* [PROBLEM DETAILS]: How many lines in the data below contain the string "strides"? State that number only.

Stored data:

[Start of section]

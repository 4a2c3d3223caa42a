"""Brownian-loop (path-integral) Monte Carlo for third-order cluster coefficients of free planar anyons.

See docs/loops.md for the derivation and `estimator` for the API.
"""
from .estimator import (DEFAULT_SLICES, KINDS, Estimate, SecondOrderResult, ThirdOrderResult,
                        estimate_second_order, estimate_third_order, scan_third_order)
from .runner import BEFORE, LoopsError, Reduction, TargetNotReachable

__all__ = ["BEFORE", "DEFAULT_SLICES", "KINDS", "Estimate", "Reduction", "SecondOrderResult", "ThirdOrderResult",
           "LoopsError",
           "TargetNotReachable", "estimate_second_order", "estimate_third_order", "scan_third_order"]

[End of section]
[Start of section]

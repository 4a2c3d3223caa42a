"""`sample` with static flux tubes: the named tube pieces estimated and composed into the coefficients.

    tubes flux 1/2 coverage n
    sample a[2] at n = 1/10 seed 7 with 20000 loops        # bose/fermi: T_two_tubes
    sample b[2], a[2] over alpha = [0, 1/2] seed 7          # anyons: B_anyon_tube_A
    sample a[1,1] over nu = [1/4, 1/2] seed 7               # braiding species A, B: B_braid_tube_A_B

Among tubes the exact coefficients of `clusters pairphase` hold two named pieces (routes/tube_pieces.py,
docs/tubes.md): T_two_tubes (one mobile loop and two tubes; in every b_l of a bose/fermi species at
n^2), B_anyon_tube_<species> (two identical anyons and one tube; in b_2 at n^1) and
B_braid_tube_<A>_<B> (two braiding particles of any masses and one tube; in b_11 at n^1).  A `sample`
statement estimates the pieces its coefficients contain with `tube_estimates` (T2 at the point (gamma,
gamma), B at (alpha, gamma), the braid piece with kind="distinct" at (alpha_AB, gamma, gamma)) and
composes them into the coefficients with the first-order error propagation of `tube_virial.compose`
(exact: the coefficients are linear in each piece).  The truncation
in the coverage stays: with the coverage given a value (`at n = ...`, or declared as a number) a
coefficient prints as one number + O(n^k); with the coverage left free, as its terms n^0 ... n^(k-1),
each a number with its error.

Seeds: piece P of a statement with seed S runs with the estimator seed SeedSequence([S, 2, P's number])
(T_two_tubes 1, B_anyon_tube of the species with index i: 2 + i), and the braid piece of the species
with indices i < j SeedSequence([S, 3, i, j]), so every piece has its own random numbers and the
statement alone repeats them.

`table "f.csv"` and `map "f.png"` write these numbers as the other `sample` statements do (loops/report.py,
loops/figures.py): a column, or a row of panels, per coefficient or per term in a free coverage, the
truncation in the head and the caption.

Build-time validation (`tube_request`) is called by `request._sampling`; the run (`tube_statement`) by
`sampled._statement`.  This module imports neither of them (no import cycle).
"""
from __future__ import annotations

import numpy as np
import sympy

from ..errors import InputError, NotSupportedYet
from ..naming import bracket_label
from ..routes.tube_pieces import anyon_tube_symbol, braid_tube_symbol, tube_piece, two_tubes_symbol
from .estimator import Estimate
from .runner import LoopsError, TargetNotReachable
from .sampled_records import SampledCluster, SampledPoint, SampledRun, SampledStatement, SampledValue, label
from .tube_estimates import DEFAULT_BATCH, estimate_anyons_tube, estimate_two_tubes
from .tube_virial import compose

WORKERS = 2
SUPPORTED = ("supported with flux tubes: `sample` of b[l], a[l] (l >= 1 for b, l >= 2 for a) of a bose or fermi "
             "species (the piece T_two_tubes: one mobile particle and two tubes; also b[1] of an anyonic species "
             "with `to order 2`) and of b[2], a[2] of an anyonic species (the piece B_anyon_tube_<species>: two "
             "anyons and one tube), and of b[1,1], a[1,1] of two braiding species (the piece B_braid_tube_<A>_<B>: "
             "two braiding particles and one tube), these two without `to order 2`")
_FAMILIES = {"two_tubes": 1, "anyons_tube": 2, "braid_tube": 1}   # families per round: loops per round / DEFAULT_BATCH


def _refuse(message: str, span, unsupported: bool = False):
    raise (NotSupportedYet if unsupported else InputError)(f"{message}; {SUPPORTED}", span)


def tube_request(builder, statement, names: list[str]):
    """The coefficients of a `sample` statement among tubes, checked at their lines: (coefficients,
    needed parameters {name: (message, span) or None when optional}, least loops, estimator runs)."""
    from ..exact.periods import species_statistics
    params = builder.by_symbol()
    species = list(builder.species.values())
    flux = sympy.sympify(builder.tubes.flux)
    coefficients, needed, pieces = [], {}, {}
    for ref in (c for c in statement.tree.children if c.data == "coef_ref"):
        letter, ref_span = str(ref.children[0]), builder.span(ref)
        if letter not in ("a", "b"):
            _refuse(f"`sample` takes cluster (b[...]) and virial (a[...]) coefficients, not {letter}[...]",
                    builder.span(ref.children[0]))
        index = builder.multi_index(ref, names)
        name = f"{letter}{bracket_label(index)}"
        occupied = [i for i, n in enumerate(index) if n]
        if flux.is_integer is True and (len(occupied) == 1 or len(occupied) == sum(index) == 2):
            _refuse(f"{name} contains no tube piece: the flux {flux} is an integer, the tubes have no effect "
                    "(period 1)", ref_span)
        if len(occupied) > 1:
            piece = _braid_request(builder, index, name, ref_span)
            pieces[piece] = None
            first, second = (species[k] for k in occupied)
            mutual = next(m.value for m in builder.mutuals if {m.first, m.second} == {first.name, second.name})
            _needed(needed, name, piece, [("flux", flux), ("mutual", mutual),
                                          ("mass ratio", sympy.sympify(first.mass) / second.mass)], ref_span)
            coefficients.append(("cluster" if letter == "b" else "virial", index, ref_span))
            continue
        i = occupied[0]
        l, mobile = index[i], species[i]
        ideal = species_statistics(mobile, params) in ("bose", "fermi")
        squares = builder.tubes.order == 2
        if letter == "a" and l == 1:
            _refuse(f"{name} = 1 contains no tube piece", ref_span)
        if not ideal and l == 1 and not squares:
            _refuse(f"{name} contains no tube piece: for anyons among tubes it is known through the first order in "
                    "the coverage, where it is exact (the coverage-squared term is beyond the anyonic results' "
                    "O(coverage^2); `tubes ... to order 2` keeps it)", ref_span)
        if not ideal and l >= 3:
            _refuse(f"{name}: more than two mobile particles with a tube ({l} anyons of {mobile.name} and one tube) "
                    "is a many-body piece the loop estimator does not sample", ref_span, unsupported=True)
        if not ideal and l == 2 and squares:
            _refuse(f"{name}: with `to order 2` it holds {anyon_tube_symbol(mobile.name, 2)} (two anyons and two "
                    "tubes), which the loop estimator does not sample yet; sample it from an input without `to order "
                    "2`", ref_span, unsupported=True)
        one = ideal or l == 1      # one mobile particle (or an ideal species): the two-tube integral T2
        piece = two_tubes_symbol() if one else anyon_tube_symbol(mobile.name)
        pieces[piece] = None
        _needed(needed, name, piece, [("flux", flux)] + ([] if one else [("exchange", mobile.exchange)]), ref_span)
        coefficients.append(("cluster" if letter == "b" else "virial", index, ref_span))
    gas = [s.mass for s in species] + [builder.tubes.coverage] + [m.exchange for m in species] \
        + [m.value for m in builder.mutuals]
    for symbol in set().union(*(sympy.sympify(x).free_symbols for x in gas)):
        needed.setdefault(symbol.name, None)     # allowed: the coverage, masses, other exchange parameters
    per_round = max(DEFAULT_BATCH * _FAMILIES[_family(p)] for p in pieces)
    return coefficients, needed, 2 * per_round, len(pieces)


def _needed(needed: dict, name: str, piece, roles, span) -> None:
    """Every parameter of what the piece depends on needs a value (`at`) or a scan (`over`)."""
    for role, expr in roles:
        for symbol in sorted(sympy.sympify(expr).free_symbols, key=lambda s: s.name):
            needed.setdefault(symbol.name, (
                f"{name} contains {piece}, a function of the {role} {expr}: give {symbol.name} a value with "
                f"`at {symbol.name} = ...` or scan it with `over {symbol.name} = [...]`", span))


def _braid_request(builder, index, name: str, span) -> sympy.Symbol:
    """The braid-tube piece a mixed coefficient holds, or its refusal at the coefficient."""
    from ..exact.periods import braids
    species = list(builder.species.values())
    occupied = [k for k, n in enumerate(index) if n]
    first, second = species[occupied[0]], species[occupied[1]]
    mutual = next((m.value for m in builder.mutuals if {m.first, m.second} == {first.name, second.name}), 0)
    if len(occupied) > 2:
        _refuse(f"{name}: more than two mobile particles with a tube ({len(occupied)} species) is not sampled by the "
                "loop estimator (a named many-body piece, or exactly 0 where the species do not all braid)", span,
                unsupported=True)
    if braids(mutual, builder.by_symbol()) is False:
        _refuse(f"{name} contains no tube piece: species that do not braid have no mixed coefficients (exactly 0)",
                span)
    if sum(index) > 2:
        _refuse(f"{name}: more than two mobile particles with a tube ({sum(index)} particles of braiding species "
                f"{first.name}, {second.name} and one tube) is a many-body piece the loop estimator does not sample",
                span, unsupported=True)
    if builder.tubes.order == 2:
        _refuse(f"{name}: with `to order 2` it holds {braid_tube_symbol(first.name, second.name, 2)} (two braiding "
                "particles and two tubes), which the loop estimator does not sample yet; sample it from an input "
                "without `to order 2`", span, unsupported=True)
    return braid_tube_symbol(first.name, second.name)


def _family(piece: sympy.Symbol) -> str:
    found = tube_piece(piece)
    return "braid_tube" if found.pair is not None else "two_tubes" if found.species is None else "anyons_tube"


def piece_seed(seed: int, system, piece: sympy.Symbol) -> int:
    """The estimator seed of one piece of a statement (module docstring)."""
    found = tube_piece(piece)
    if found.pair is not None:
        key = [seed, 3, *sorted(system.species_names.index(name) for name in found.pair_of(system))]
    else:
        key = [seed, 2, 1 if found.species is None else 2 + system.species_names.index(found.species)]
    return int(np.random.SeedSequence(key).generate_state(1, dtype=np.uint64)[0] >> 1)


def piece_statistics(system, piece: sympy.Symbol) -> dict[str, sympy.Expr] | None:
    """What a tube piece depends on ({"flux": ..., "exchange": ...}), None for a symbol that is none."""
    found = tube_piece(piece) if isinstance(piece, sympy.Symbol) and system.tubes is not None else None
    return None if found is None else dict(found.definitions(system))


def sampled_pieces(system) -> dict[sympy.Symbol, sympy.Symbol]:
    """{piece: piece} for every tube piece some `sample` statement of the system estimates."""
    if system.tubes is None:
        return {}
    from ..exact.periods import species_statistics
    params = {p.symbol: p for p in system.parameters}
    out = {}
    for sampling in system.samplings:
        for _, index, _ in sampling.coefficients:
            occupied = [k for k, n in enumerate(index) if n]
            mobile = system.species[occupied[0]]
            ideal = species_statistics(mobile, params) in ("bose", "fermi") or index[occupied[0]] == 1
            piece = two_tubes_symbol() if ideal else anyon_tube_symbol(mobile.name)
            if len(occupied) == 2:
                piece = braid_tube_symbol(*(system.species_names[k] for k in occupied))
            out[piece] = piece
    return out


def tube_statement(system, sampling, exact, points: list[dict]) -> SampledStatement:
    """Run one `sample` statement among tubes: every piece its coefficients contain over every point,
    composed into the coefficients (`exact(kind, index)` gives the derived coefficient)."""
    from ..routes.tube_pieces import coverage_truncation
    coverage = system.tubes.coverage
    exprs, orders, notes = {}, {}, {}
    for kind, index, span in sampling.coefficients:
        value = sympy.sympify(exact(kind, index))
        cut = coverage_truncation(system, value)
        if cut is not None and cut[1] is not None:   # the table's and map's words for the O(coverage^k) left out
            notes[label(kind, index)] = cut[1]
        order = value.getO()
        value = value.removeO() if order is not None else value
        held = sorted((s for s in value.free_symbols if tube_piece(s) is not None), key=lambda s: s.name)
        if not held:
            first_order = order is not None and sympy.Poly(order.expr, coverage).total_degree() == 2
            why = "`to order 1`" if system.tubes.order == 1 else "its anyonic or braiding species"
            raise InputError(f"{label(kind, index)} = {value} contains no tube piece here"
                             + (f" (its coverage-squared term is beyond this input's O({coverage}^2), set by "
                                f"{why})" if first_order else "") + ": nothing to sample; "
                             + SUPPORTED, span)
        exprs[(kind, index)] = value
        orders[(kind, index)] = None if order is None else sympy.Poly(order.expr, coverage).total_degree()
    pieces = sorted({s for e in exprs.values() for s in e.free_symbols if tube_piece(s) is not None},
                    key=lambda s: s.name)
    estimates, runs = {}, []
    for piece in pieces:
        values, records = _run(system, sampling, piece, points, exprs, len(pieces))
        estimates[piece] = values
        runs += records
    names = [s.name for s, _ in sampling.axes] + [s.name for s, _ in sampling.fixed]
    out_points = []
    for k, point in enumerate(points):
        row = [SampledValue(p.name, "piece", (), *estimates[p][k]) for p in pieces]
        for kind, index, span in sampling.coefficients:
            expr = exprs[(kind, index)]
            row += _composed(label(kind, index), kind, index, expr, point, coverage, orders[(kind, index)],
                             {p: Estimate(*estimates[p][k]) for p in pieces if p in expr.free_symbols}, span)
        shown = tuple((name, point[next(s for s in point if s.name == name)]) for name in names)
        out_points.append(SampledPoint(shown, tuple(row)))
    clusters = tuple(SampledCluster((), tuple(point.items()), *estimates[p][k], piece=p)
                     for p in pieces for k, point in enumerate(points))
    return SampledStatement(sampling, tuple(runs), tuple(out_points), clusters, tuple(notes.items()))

[End of section]
[Start of section]

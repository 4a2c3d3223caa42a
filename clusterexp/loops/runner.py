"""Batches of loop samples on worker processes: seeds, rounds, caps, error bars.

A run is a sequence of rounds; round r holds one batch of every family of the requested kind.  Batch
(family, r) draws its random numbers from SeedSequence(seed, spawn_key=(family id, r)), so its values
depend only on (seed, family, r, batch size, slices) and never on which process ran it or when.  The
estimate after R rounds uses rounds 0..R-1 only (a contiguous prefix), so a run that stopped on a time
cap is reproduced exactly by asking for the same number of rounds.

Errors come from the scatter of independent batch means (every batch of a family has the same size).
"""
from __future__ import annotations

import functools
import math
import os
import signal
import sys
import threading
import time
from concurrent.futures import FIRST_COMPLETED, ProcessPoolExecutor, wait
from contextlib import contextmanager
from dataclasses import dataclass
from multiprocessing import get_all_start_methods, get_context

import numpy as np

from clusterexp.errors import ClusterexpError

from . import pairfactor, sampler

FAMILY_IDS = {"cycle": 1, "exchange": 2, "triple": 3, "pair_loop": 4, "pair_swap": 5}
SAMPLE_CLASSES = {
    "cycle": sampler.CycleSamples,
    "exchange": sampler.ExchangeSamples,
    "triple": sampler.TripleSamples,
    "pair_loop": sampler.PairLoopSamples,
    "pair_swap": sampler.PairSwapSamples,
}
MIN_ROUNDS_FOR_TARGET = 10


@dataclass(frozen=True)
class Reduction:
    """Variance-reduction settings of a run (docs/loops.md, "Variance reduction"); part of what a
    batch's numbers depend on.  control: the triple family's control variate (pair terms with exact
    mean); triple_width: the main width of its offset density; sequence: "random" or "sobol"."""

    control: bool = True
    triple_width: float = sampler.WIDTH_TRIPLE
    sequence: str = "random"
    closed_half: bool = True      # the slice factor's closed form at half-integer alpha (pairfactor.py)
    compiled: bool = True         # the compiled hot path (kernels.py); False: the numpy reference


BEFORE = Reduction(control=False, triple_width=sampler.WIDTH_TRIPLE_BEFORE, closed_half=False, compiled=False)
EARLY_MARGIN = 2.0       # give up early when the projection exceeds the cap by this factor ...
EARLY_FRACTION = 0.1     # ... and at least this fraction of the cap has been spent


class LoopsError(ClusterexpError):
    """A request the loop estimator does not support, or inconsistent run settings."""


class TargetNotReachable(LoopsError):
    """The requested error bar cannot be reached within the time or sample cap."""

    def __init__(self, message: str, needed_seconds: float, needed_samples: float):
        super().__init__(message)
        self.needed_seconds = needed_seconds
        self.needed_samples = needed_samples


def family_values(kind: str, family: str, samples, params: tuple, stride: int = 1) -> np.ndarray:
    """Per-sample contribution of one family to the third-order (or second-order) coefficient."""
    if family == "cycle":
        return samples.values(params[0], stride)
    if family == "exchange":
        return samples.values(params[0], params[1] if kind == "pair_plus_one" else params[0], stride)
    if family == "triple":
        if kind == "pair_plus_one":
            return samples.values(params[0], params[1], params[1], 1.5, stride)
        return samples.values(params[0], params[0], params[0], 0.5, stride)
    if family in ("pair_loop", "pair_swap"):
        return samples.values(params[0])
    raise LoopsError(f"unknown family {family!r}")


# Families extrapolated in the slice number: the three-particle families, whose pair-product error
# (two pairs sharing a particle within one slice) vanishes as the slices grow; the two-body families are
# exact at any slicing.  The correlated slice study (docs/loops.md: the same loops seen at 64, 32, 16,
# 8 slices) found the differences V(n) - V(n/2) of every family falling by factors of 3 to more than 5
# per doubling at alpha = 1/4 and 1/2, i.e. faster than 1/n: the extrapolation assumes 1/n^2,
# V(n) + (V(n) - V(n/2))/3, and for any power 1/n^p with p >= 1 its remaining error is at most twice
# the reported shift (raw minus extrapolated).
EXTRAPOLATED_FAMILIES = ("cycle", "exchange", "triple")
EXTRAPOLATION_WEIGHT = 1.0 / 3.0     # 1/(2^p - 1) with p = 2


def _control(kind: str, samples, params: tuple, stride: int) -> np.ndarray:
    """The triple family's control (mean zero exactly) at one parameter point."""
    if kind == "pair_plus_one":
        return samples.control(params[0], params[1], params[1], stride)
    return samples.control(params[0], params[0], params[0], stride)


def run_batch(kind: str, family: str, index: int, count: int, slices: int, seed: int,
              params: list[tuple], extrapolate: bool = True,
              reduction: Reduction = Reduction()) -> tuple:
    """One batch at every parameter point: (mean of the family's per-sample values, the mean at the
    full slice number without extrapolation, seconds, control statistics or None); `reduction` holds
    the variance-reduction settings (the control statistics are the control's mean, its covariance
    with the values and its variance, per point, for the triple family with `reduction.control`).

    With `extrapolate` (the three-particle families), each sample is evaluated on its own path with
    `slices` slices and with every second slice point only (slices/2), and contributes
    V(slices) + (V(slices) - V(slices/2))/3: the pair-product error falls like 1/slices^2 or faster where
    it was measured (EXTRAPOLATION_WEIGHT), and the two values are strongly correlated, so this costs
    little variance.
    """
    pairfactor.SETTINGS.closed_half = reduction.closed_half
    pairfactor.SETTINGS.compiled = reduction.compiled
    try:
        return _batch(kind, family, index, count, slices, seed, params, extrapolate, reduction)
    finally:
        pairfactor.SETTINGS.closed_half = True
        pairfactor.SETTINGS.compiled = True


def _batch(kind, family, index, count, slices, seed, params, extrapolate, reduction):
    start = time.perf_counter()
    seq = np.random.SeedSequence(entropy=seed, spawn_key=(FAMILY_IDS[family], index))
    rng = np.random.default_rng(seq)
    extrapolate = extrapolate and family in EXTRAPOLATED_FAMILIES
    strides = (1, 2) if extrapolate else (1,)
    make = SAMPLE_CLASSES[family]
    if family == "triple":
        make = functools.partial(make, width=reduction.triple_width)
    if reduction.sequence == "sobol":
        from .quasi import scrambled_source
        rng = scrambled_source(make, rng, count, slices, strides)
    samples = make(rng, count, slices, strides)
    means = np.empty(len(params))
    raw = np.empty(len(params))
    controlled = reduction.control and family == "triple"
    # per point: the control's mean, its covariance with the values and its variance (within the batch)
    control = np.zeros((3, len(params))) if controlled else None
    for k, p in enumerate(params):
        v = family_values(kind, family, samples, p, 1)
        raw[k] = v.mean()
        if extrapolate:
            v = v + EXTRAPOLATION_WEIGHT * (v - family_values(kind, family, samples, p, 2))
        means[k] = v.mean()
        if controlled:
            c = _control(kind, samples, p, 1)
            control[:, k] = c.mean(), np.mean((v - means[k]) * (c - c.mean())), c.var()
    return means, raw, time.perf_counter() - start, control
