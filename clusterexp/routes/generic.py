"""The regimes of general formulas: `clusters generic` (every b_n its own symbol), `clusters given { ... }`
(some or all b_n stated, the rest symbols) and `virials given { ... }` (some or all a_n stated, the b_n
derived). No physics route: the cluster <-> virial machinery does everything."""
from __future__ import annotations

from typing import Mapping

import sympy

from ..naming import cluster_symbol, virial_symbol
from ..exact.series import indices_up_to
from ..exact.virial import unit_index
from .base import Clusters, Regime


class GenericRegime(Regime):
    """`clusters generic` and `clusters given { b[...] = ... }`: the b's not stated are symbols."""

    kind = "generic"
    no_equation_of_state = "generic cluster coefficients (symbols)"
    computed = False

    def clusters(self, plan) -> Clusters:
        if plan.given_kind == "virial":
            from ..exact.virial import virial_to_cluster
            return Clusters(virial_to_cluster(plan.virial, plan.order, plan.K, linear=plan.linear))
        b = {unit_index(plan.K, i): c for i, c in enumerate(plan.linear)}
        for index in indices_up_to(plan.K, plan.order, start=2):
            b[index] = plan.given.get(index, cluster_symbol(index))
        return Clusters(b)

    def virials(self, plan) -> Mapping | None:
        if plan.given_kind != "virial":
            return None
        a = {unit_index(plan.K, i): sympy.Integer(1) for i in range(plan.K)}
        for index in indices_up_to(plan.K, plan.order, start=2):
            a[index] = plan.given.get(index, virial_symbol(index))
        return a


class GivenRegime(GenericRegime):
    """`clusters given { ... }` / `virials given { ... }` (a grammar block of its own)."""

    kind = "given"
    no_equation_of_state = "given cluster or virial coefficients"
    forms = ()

[End of section]

* [ANSWER SPACE]: 3